▶ _TASK OBJECTIVE_: Within the data below, find the string "seed" and return each line where it occurs.

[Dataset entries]

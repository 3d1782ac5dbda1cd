"""Scores: hand-worked values, intervals, seasons, reliability."""

from __future__ import annotations

import numpy as np
import pytest
import xarray as xr
from scipy import stats

from profiles.errors import DataError
from profiles.precursor import reliability, verify
from profiles.precursor.hindcast import year_blocks
from profiles.precursor.series import middle_of
from profiles.precursor.verification import (
    SCORES,
    SEASONS,
    jackknife_interval,
    leave_out_weights,
    season_weights,
)


def table(forecast: np.ndarray, probability: np.ndarray, observed: np.ndarray, *, block_years: int = 1) -> xr.Dataset:
    """Return a hindcast of one lead: climatology, two persistences that are climatology too, and one forecast."""
    flat, usual = np.zeros_like(forecast), np.broadcast_to([0.3, 0.4, 0.3], probability.shape)
    names = ["climatology", "persistence", "damped_persistence", "regression"]
    category = 1 + (observed >= 0.5).astype(int) - (observed <= -0.5)
    months = np.arange("2001-01", np.datetime64("2001-01", "M") + observed.size, dtype="datetime64[M]")
    return xr.Dataset(
        {
            "forecast": (
                ("forecaster", "lead", "time"),
                np.stack([flat, flat, flat, forecast])[:, None],
                {"units": "degree_Celsius"},
            ),
            "probability": (
                ("forecaster", "lead", "time", "category"),
                np.stack([usual, usual, usual, probability])[:, None],
            ),
            "observed": ("time", observed),
            "observed_category": ("time", np.where(np.isfinite(observed), category, -1)),
        },
        coords={
            "forecaster": names,
            "lead": [1],
            "time": middle_of(months),
            "category": ["cold", "neutral", "warm"],
        },
        attrs={"block_years": block_years},
    )


def drawn(months: int, seed: int, *, boldness: float = 1.0) -> xr.Dataset:
    """Return forecasts whose probabilities are right, or that many times as bold in the logarithm."""
    random = np.random.default_rng(seed)
    logarithm = random.standard_normal((months, 3))
    right = np.exp(logarithm) / np.exp(logarithm).sum(axis=1, keepdims=True)
    came = (random.random((months, 1)) > right.cumsum(axis=1)).sum(axis=1)
    stated = right**boldness / (right**boldness).sum(axis=1, keepdims=True)
    return table(random.standard_normal(months), stated, np.array([-1.0, 0.0, 1.0])[came], block_years=50)


@pytest.fixture
def worked() -> xr.Dataset:
    """Two years: the forecast is 1 in half of each year, -1 in the other; what comes is that, or 0 every third "
    "month."""
    forecast = np.tile([1.0] * 6 + [-1.0] * 6, 2)
    observed = np.where(np.arange(24) % 3 == 2, 0.0, forecast)
    probability = np.where(forecast[:, None] > 0, [0.0, 0.25, 0.75], [0.75, 0.25, 0.0])
    return table(forecast, probability, observed)


def test_scores_of_a_hand_worked_hindcast(worked: xr.Dataset) -> None:
    scores = verify(worked).sel(forecaster="regression", lead=1, season="all")
    # 8 of 24 miss by 1: mse 1/3; climatology misses 16 by 1: mse 2/3; means are 0.
    assert float(scores["rms"]) == pytest.approx(np.sqrt(1.0 / 3.0))
    assert float(scores["skill_climatology"]) == pytest.approx(0.5)
    # covariance 16/24, variances 1 and 16/24.
    assert float(scores["correlation"]) == pytest.approx(np.sqrt(2.0 / 3.0))
    # sharpness 0.75^2 + 0.25^2; earned 0.75 * 16/24 + 0.25 * 8/24.
    assert float(scores["sharpness"]) == pytest.approx(0.625)
    assert float(scores["earned"]) == pytest.approx(0.5 + 1.0 / 12.0)
    assert float(scores["overconfidence"]) == pytest.approx(0.625 - 7.0 / 12.0)
    # Ranked: (0, 1/4 | 1) of warm: hit 0 + (1/4)^2, neutral came 0 + (3/4)^2; the usual (0.3, 0.7): warm 0.09 + 0.49,
    # neutral 0.09 + 0.09; cold is warm mirrored.
    own, usual = (16 * 0.0625 + 8 * 0.5625) / 24, (16 * 0.58 + 8 * 0.18) / 24
    assert float(scores["probability_skill"]) == pytest.approx(1.0 - own / usual)
    assert int(verify(worked)["forecast_count"].sel(lead=1, season="all")) == 24


def test_reliability_slope_of_a_hand_worked_hindcast(worked: xr.Dataset) -> None:
    # Cold and warm: p is 0.75 or 0, came in 8 of 12 or 0 of 12: covariance 0.375 * 1/3, variance 0.375^2; neutral: p is
    # 1/4 always and adds nothing. Slope 8/9.
    assert float(
        verify(worked)["reliability_slope"].sel(forecaster="regression", lead=1, season="all")
    ) == pytest.approx(8.0 / 9.0)
    assert float(reliability(worked)["reliability_slope"].sel(forecaster="regression")) == pytest.approx(8.0 / 9.0)


def test_constant_forecasts_have_no_correlation_and_no_slope(worked: xr.Dataset) -> None:
    scores = verify(worked).sel(forecaster="climatology")
    assert np.isnan(scores["correlation"]).all()
    assert np.isnan(scores["reliability_slope"]).all()
    np.testing.assert_allclose(scores["skill_climatology"], 0.0)


def test_right_probabilities_have_slope_one_and_are_not_too_sharp() -> None:
    scores = reliability(drawn(6000, 1)).sel(forecaster="regression")
    assert float(scores["reliability_slope"]) == pytest.approx(1.0, abs=0.06)
    assert float(scores["overconfidence"]) == pytest.approx(0.0, abs=0.01)


def test_bold_probabilities_are_found_out() -> None:
    scores = reliability(drawn(6000, 1, boldness=2.0)).sel(forecaster="regression")
    assert float(scores["reliability_slope_high"]) < 0.8
    assert float(scores["overconfidence_low"]) > 0.05


def test_observed_share_follows_the_stated_probability() -> None:
    found = reliability(drawn(12000, 2)).sel(forecaster="regression")
    many = found["count"].values > 200
    np.testing.assert_allclose(found["observed_share"].values[many], found["stated_probability"].values[many], atol=0.1)
    # Each forecast stands once in each category.
    np.testing.assert_array_equal(found["count"].sum("bin"), 12000)
    inside = (found["stated_probability"] >= found["observed_share_low"]) & (
        found["stated_probability"] <= found["observed_share_high"]
    )
    assert 0.7 < float(inside.values[many].mean()) <= 1.0


def test_seasons_take_the_three_months_around_theirs(worked: xr.Dataset) -> None:
    assert SEASONS[0] == "DJF"
    assert SEASONS[6] == "JJA"
    weights = season_weights(np.arange(12))
    assert np.flatnonzero(weights[1]).tolist() == [0, 1, 11]
    assert np.flatnonzero(weights[7]).tolist() == [5, 6, 7]
    spoilt = worked.copy(deep=True)
    june_to_august = worked["time"].dt.month.isin([6, 7, 8])
    spoilt["observed"] = worked["observed"].where(~june_to_august, worked["observed"] + 5.0)
    before, after = (verify(one)["rms"].sel(forecaster="regression", lead=1) for one in (worked, spoilt))
    assert after.sel(season="JJA") > before.sel(season="JJA") + 4.0
    assert after.sel(season="DJF") == before.sel(season="DJF")


def test_all_forecasters_are_scored_on_the_same_months(worked: xr.Dataset) -> None:
    worked["forecast"][3, 0, :6] = np.nan
    scores = verify(worked)
    assert int(scores["forecast_count"].sel(lead=1, season="all")) == 18
    # Climatology misses 12 of the 18 by 1.
    assert float(scores["rms"].sel(forecaster="climatology", lead=1, season="all")) == pytest.approx(np.sqrt(2.0 / 3.0))


def test_interval_of_a_mean_is_that_of_students_t() -> None:
    values = np.random.default_rng(1).standard_normal(12)
    weights = leave_out_weights(np.arange(12))
    means = weights @ values / weights.sum(axis=1)
    low, high = jackknife_interval(means, lambda v: v, lambda v: v)
    # With blocks of one value the jackknife's error of a mean is s / sqrt(n).
    expected = stats.ttest_1samp(values, 0.0).confidence_interval(0.95)
    assert (low, high) == pytest.approx((expected.low, expected.high))


def test_intervals_hold_the_score_where_errors_persist() -> None:
    # Forecasts and errors that persist for some months: the interval of the correlation holds the true 1/sqrt(2) in
    # about 19 of 20 records of 30 years. Of 60, fewer than 50 would hold in 1 of 1000 such tests.
    held = 0
    for seed in range(60):
        noise = np.random.default_rng(seed).standard_normal((2, 360))
        slow = np.zeros((2, 360))
        for month in range(1, 360):
            slow[:, month] = 0.8 * slow[:, month - 1] + 0.6 * noise[:, month]
        made = table(slow[0], np.full((360, 3), 1.0 / 3.0), slow.sum(axis=0), block_years=3)
        scores = verify(made).sel(forecaster="regression", lead=1, season="all")
        held += float(scores["correlation_low"]) < np.sqrt(0.5) < float(scores["correlation_high"])
    assert held >= 50


def test_year_blocks_are_whole_and_the_rest_joins_the_last() -> None:
    year = np.repeat(np.arange(2001, 2009), 12)
    blocks = year_blocks(year, 3)
    assert [np.unique(year[blocks == number]).tolist() for number in (0, 1)] == [
        [2001, 2002, 2003],
        [2004, 2005, 2006, 2007, 2008],
    ]


def test_every_score_has_an_interval_and_units(made: xr.Dataset) -> None:
    scores = verify(made)
    for name in SCORES:
        one = scores.sel(forecaster="combined", season="all")
        assert (one[f"{name}_low"] <= one[name]).all()
        assert (one[name] <= one[f"{name}_high"]).all()
        assert scores[name].attrs["units"] == ("degree_Celsius" if name == "rms" else "1")


def test_leads_of_a_reliability_can_be_chosen(made: xr.Dataset) -> None:
    few = reliability(made, first_lead=2, last_lead=4)
    assert few.attrs["leads"] == "2 to 4 months"
    assert int(few["count"].sum()) < int(reliability(made)["count"].sum())


def test_a_hindcast_of_one_block_has_no_intervals(worked: xr.Dataset) -> None:
    with pytest.raises(DataError, match="too short for scores with intervals; expected two or more blocks of 3 years"):
        verify(worked.assign_attrs(block_years=3))


def test_what_was_fitted_counts_in_the_error_of_a_score(worked: xr.Dataset) -> None:
    # Without a block the forecast is three times as large, and its error another: the two years then no longer agree.
    times = np.array([1.0, 3.0]).reshape(2, 1, 1, 1)
    without = worked.assign(
        forecast_without=(("block", *worked["forecast"].dims), worked["forecast"].values * times),
        observed_without=(("block", "time"), np.stack([worked["observed"].values] * 2)),
    )
    plain, refitted = (verify(one).sel(forecaster="regression", lead=1, season="all") for one in (worked, without))
    assert float(refitted["rms"]) == float(plain["rms"])
    # Both years are alike: taking the fitted as given there is no error; with it the mean square is 1/3, or that of
    # 2 where it was hit and 3 where it was not, (16 * 4 + 8 * 9) / 24 = 17/3.
    assert float(plain["rms_high"]) == pytest.approx(float(plain["rms"]))
    logs = 0.5 * np.log(np.array([1.0 / 3.0, 17.0 / 3.0]))
    error = np.sqrt(0.5 * ((logs - logs.mean()) ** 2).sum())
    expected = np.exp(logs[0] + stats.t.ppf(0.975, 1) * error)
    assert float(refitted["rms_high"]) == pytest.approx(expected)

▶ _RESPONSE BOX_:
def drawn(months: int, seed: int, *, boldness: float = 1.0) -> xr.Dataset:
    random = np.random.default_rng(seed)
    for seed in range(60):
        noise = np.random.default_rng(seed).standard_normal((2, 360))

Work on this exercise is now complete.